And I spoke to tivo support just yesterday on the roamio mpeg4 problem but also asked about TivoHD and was told the same thing others have posted, that the TivoHD isn't being supported with any updates.



HerronScott said:


> I would definitely push TiVo and escalate it if they were not pushing 11.0n to an HD in a Comcast area moving to MPEG4 (including contacting TiVoMargret and TivoSupport_Sarah here).

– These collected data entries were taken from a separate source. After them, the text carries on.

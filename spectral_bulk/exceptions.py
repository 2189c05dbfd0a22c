"""Every exception and warning class of :mod:`spectral_bulk`, in one place.

Each subclasses a built-in so that callers can catch it generically.
"""

__all__ = [
    "SpectralBulkError",
    "ConfigError",
    "ProblemDefinitionError",
    "ConvergenceError",
    "SingularJacobianError",
    "SchemaError",
    "ConvergenceWarning",
    "ResolutionWarning",
    "AccuracyWarning",
]


class SpectralBulkError(Exception):
    """Base class of the package's own errors."""


class ConfigError(SpectralBulkError, ValueError):
    """A configuration file or its content is invalid (names the offending key)."""


class ProblemDefinitionError(SpectralBulkError, ValueError):
    """A :class:`~spectral_bulk.Problem` or one of its callbacks is malformed."""


class ConvergenceError(SpectralBulkError, RuntimeError):
    """Raised on request (``raise_on_failure=True``) when a solve fails its certificate.

    The failed result is attached as ``.result``.
    """

    def __init__(self, message, result=None):
        super().__init__(message)
        self.result = result


class SingularJacobianError(SpectralBulkError, ArithmeticError):
    """The linearised operator is singular to working precision."""


class SchemaError(SpectralBulkError, ValueError):
    """A family dataset does not follow the documented layout."""


class ConvergenceWarning(UserWarning):
    """A computation finished but did not meet its tolerance."""


class ResolutionWarning(UserWarning):
    """A grid is too coarse, or an expansion is non-analytic so convergence is algebraic."""


class AccuracyWarning(UserWarning):
    """A requested accuracy cannot be reached (for example a tolerance below rounding)."""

from mcarlson's posts it's clear he pushed and pushed and ran into a brick wall. Here's another of his many posts on the topic, this one from July 27, which included emailing Margret...


mlcarson said:


> I have a Tivo HD that I'm trying to put back into production until the H.264 thing is fixed on the Roamio. Unfortunately, it's stuck at 11.0m so no H.264 support for now. I've emailed [email protected] (no response) and created a support ticket for it tonight. No amount of forcing connects to tivo.com has done anything to get 11.0n yet. This is with the 93436 zipcode which is definitely transitioned to H.264.





HerronScott said:


> I thought I saw a post from someone else that had replaced a hard drive recently and had 11.0n downloaded and updated but I can't find it at the moment. My guess is that HD's that didn't get it have TSN's that weren't/aren't identified as being in a Comcast area.

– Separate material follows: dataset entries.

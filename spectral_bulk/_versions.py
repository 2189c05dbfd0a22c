"""Versions of the package and its dependencies, for bug reports."""

import importlib
import platform
import sys

__all__ = ["show_versions", "versions"]

_DEPS = ("numpy", "scipy", "numba", "xarray", "netCDF4", "matplotlib", "dask", "distributed")


def versions():
    """Dict of component -> version string (``"not installed"`` where missing)."""
    from ._version import __version__

    out = {"spectral_bulk": __version__, "python": sys.version.split()[0],
           "platform": platform.platform()}
    for name in _DEPS:
        try:
            mod = importlib.import_module(name)
            out[name] = getattr(mod, "__version__", "unknown")
        except ImportError:
            out[name] = "not installed"
    return out


def show_versions(file=None):
    """Print the versions of spectral_bulk, Python and the dependencies."""
    for k, v in versions().items():
        print(f"{k:>14}: {v}", file=file or sys.stdout)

The most recent success with 11.0n that I've seen was July 30:

http://www.tivocommunity.com/tivo-vb/showthread.php?p=10950426#post10950426



trooper1 said:


> I have a TivoHD that hadn't been plugged in for probably 2-3 years, and was disappointed to read this -- I was eventually (read: ok, probably never) going to get around to selling it, so it would have sucked if it was going to be stuck on older SW. I plugged it in and was happy to see it got the 11.0n update on the first call.
> 
> If that really is the current policy, it appears there are exceptions. Perhaps that mine was setup for a MPEG4 provider, or maybe that the software that was running was old enough to warrant an update apart from any MPEG4 consideration.


trooper1 is in chicago, which is a mpeg4 comcast area, and is noteworthy because I've only seen 3 reports of receiving Roamio update 20.6.1a.RC7, and each has been in chicago: whoareyou_1999, cherry ghost, and again - trooper1...

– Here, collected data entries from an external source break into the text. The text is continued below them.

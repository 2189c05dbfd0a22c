"""spectral_bulk: certified spectral solutions of holographic bulk problems.

Grids
    Chebyshev, Fourier        one-dimensional collocation bases
    TensorGrid, Grid          tensor products of bases
    AffineMap, HalfLineMap, ClusterMap, ExponentialMap   coordinate maps
Newton-Kantorovich engine
    Problem                   a boundary-value problem written pointwise
    solve                     damped Newton solve returning a certified SolveResult
    SolveResult               solution + certificate, callable for interpolation
    NewtonOptions             tolerances and algorithm constants
    check_jacobian            exact linearisation vs finite differences
Utilities
    show_versions             versions of the package and its dependencies
"""

from . import exceptions
from ._version import __version__
from .grids import AffineMap, Chebyshev, ClusterMap, ExponentialMap, Fourier, Grid, HalfLineMap, TensorGrid
from .newton import NewtonOptions, Problem, SolveResult, check_jacobian, solve
from ._versions import show_versions

__all__ = [
    "__version__",
    "exceptions",
    "Chebyshev",
    "Fourier",
    "Grid",
    "TensorGrid",
    "AffineMap",
    "HalfLineMap",
    "ClusterMap",
    "ExponentialMap",
    "Problem",
    "solve",
    "SolveResult",
    "NewtonOptions",
    "check_jacobian",
    "show_versions",
]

http://www.tivocommunity.com/tivo-vb/showthread.php?p=10962321#post10962321

So it seems Tivo has mapped Chicago for updates and has some sort of fast track lane for the latest. but this poster in a suburb of chicago that is mpeg4 hasn't received that same update:

http://www.tivocommunity.com/tivo-vb/showthread.php?p=10961017#post10961017

So 11.0n is spotty and sparse at best at this point in time. And if you follow the posts for trying to get it, they get no help from Tivo, and the real only help I've seen offered is a PM from HerronScott. Thanks Scott for helping on this :up: and picking up the slack where Tivo has dropped the ball. But posters having to beg for an image isn't the real answer. if there is an update for TivoHD, the beta should be made public and readily available given the lack of support and availability with 11.0n. And especially with tivo customers turning to TivoHD to record h.264 channels that roamio doesn't.


----------



## HerronScott (Jan 1, 2002)

Sorry too much content to respond to with quotes and all but I'll respond with at least my thoughts on some of your points (questions?).

I do not believe that the original S3 OLED (648 model) will get any additional MPEG4 capabilities with regards to recording content on cable providers with new update for Rovi guide data. I don't believe any code was written to support this while it was in production while the HD model benefitted from having a model based on the HD released in Australia so they were able to use this code to make 11.0n for the HD models.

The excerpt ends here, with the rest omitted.